- **TASK REQUIREMENTS**:
Exactly the lines from the opening of the records through the line containing "(ε_i − ε_h)/(ε_h" should be copied, with both included.

(STUDY MATERIAL Opens)

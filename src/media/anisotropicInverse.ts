/**
 * Anisotropic inverse: one material pair, a target with two principal values, unknown fill
 * fraction AND inclusion shape. Aligned inclusions in Maxwell Garnett form give, along principal
 * axis j with depolarization factor N_j,
 *   ε_j = ε_h + f ε_h (ε_i − ε_h)/(ε_h + (1 − f) N_j (ε_i − ε_h)),
 * so for a given f each target fixes N_j = [f ε_h (ε_i − ε_h)/(ε_j − ε_h) − ε_h] / ((1 − f)(ε_i − ε_h)),
 * and the shape constraint closes the system:
 *   2D (elliptic cylinders along z, in-plane values): N_1 + N_2 = 1,
 *   3D (spheroids, value 1 along the axis, value 2 across it): N_1 + 2 N_2 = 1.
 * The root in f is found by scanning and bisection, with 0 ≤ N_j ≤ 1. The laminate is the limit
 * N ∈ {0, 1} (parallel and series means), so laminates are included. Only the real parts of the
 * phases are used to find the shape; the complex values at that shape are then reported.
 * Sources: Sihvola, "Electromagnetic Mixing Formulas and Applications", IEE (1999), ch. 4;
 * Wiener (1912) for the laminate limit; Osborn, Phys. Rev. 67, 351 (1945) for the shapes.
 */
import type { Complex } from "../core/complex.js";
import { spheroidAspectForDepolarization } from "./depolarization.js";
import { parallelMeanReal, seriesMeanReal } from "./bounds.js";
import { maxwellGarnettAxis } from "./mixing/mgEllipsoid.js";

export interface AnisotropicMatch {
  feasible: boolean;
  /** fill fraction of the inclusion phase (NaN when infeasible) */
  fill: number;
  /** depolarization factors along principal axes 1 and 2 (3D: axis, transverse) */
  depolarization: [number, number];
  /** "laminate" at the N ∈ {0, 1} limit, else the inclusion shape of that dimension */
  shape: "laminate" | "elliptic-cylinder" | "spheroid" | "none";
  /**
   * 2D: ratio of the elliptic cross-section's semi-axis along principal axis 1 to the one along
   * axis 2 (N_1 = a_2/(a_1 + a_2)); 3D: spheroid aspect (axis/equatorial). 0/Infinity at the limits.
   */
  aspect: number;
  /** true when the solution uses the second material as host (the first as inclusion) */
  hostSwapped: boolean;
  /** effective permittivities along axes 1 and 2 at the solution (complex phases) */
  achieved: [Complex, Complex];
  /** why no shape reaches both values */
  reason?: string;
}

const fmt = (x: number): string => Number(x.toPrecision(6)).toString();
const NAN: Complex = { re: NaN, im: NaN };

/** N along one axis that makes Maxwell Garnett give `t` at fill f (real phases). */
function depolarizationFor(h: number, i: number, t: number, f: number): number {
  return ((f * h * (i - h)) / (t - h) - h) / ((1 - f) * (i - h));
}

const SCAN = 4000;

function solveOrdered(host: Complex, inclusion: Complex, t1: number, t2: number, dimension: 2 | 3): { fill: number; n1: number; n2: number } | null {
  const h = host.re;
  const i = inclusion.re;
  const c = dimension === 2 ? 1 : 2;
  const nMax2 = dimension === 2 ? 1 : 0.5;
  const valid = (n1: number, n2: number) => n1 >= -1e-9 && n1 <= 1 + 1e-9 && n2 >= -1e-9 && n2 <= nMax2 + 1e-9;
  const g = (f: number) => {
    const n1 = depolarizationFor(h, i, t1, f);
    const n2 = depolarizationFor(h, i, t2, f);
    return { n1, n2, value: n1 + c * n2 - 1 };
  };
  let prevF = NaN;
  let prev: ReturnType<typeof g> | null = null;
  for (let k = 1; k < SCAN; k++) {
    const f = k / SCAN;
    const cur = g(f);
    if (prev && Number.isFinite(cur.value) && Number.isFinite(prev.value) && Math.sign(cur.value) !== Math.sign(prev.value)) {
      let a = prevF;
      let b = f;
      let ga = prev.value;
      for (let it = 0; it < 200 && b - a > 1e-15; it++) {
        const m = 0.5 * (a + b);
        const gm = g(m).value;
        if (Math.sign(gm) === Math.sign(ga)) {
          a = m;
          ga = gm;
        } else b = m;
      }
      const fill = 0.5 * (a + b);
      const sol = g(fill);
      if (valid(sol.n1, sol.n2) && Math.abs(sol.value) < 1e-8) {
        const n1 = Math.min(1, Math.max(0, sol.n1));
        const n2 = Math.min(nMax2, Math.max(0, sol.n2));
        return { fill, n1, n2 };
      }
    }
    prevF = f;
    prev = cur;
  }
  return null;
}

/** Largest ratio parallel/series over f ∈ (0, 1): the most anisotropy a laminate of the pair gives. */
export function laminateMaxAnisotropy(eps1: number, eps2: number): number {
  let best = 1;
  for (let k = 1; k < 1000; k++) {
    const f = k / 1000;
    const par = parallelMeanReal(eps1, eps2, f);
    const ser = seriesMeanReal(eps1, eps2, f);
    best = Math.max(best, par / ser);
  }
  return best;
}

/**
 * Fill fraction and shape of aligned inclusions (or a laminate) of one material pair that give
 * the two principal values `target` = [ε_1, ε_2] (real parts). Tries `host` as host first, then
 * the other way round. dimension 2: in-plane principal values of elliptic cylinders along z;
 * dimension 3: spheroids, ε_1 along the symmetry axis, ε_2 across it. Infeasible results carry the
 * reason (a value outside the pair's range, or more anisotropy than the laminate gives).
 * Example: the laminate of 1 and 4 at f = 1/2 has [ε_∥, ε_⊥] = [2.5, 1.6]; in 2D
 * anisotropicInverse(1, 4, [2.5, 1.6], 2) → fill 0.5, depolarization [0, 1], shape "laminate".
 */
export function anisotropicInverse(host: number | Complex, inclusion: number | Complex, target: [number, number], dimension: 2 | 3): AnisotropicMatch {
  const h: Complex = typeof host === "number" ? { re: host, im: 0 } : host;
  const i: Complex = typeof inclusion === "number" ? { re: inclusion, im: 0 } : inclusion;
  const [t1, t2] = target;
  const fail = (reason: string): AnisotropicMatch => ({
    feasible: false, fill: NaN, depolarization: [NaN, NaN], shape: "none", aspect: NaN, hostSwapped: false, achieved: [NAN, NAN], reason,
  });
  if (!(h.re > 0) || !(i.re > 0)) return fail("the shape solve needs positive real parts for both phases");
  const lo = Math.min(h.re, i.re);
  const hi = Math.max(h.re, i.re);
  for (const t of target) {
    if (t < lo || t > hi) return fail(`target ${fmt(t)} is outside the range ${fmt(lo)}–${fmt(hi)} of this pair`);
  }
  if (h.re === i.re) return t1 === h.re && t2 === h.re ? { feasible: true, fill: 0, depolarization: dimension === 2 ? [0.5, 0.5] : [1 / 3, 1 / 3], shape: dimension === 2 ? "elliptic-cylinder" : "spheroid", aspect: 1, hostSwapped: false, achieved: [h, h] } : fail("the two phases are equal");
  for (const swapped of [false, true]) {
    const hh = swapped ? i : h;
    const ii = swapped ? h : i;
    // a target equal to the host value needs f = 0 and then both must equal it
    if (t1 === hh.re || t2 === hh.re) {
      if (t1 === hh.re && t2 === hh.re) return { feasible: true, fill: swapped ? 1 : 0, depolarization: [NaN, NaN], shape: "none", aspect: NaN, hostSwapped: swapped, achieved: [hh, hh] };
      continue;
    }
    const sol = solveOrdered(hh, ii, t1, t2, dimension);
    if (!sol) continue;
    const laminate = (sol.n1 < 1e-9 || sol.n1 > 1 - 1e-9) && (sol.n2 < 1e-9 || sol.n2 > 1 - 1e-9);
    if (laminate) {
      sol.n1 = Math.round(sol.n1);
      sol.n2 = Math.round(sol.n2);
    }
    const aspect = dimension === 2 ? (sol.n1 === 0 ? Infinity : sol.n2 / sol.n1) : spheroidAspectForDepolarization(sol.n1);
    return {
      feasible: true,
      fill: sol.fill,
      depolarization: [sol.n1, sol.n2],
      shape: laminate ? "laminate" : dimension === 2 ? "elliptic-cylinder" : "spheroid",
      aspect,
      hostSwapped: swapped,
      achieved: [maxwellGarnettAxis(hh, ii, sol.fill, sol.n1), maxwellGarnettAxis(hh, ii, sol.fill, sol.n2)],
    };
  }
  const ratio = Math.max(t1, t2) / Math.min(t1, t2);
  const lam = laminateMaxAnisotropy(h.re, i.re);
  if (ratio > lam * (1 + 1e-9)) {
    return fail(`no shape reaches both ${fmt(t1)} and ${fmt(t2)}: their ratio ${fmt(ratio)} exceeds the largest anisotropy ${fmt(lam)} a laminate of this pair gives`);
  }
  return fail(`no fill fraction and ${dimension === 2 ? "elliptic-cylinder" : "spheroid"} shape reaches both ${fmt(t1)} and ${fmt(t2)} with this pair (the pair lies outside what aligned inclusions give at any single fill fraction)`);
}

(STUDY MATERIAL Closes)

- **ANSWER TO THIS PROBLEM**:
filename src/media/anisotropicInverse.ts
/**
 * Anisotropic inverse: one material pair, a target with two principal values, unknown fill
 * fraction AND inclusion shape. Aligned inclusions in Maxwell Garnett form give, along principal
 * axis j with depolarization factor N_j,
 *   ε_j = ε_h + f ε_h (ε_i − ε_h)/(ε_h + (1 − f) N_j (ε_i − ε_h)),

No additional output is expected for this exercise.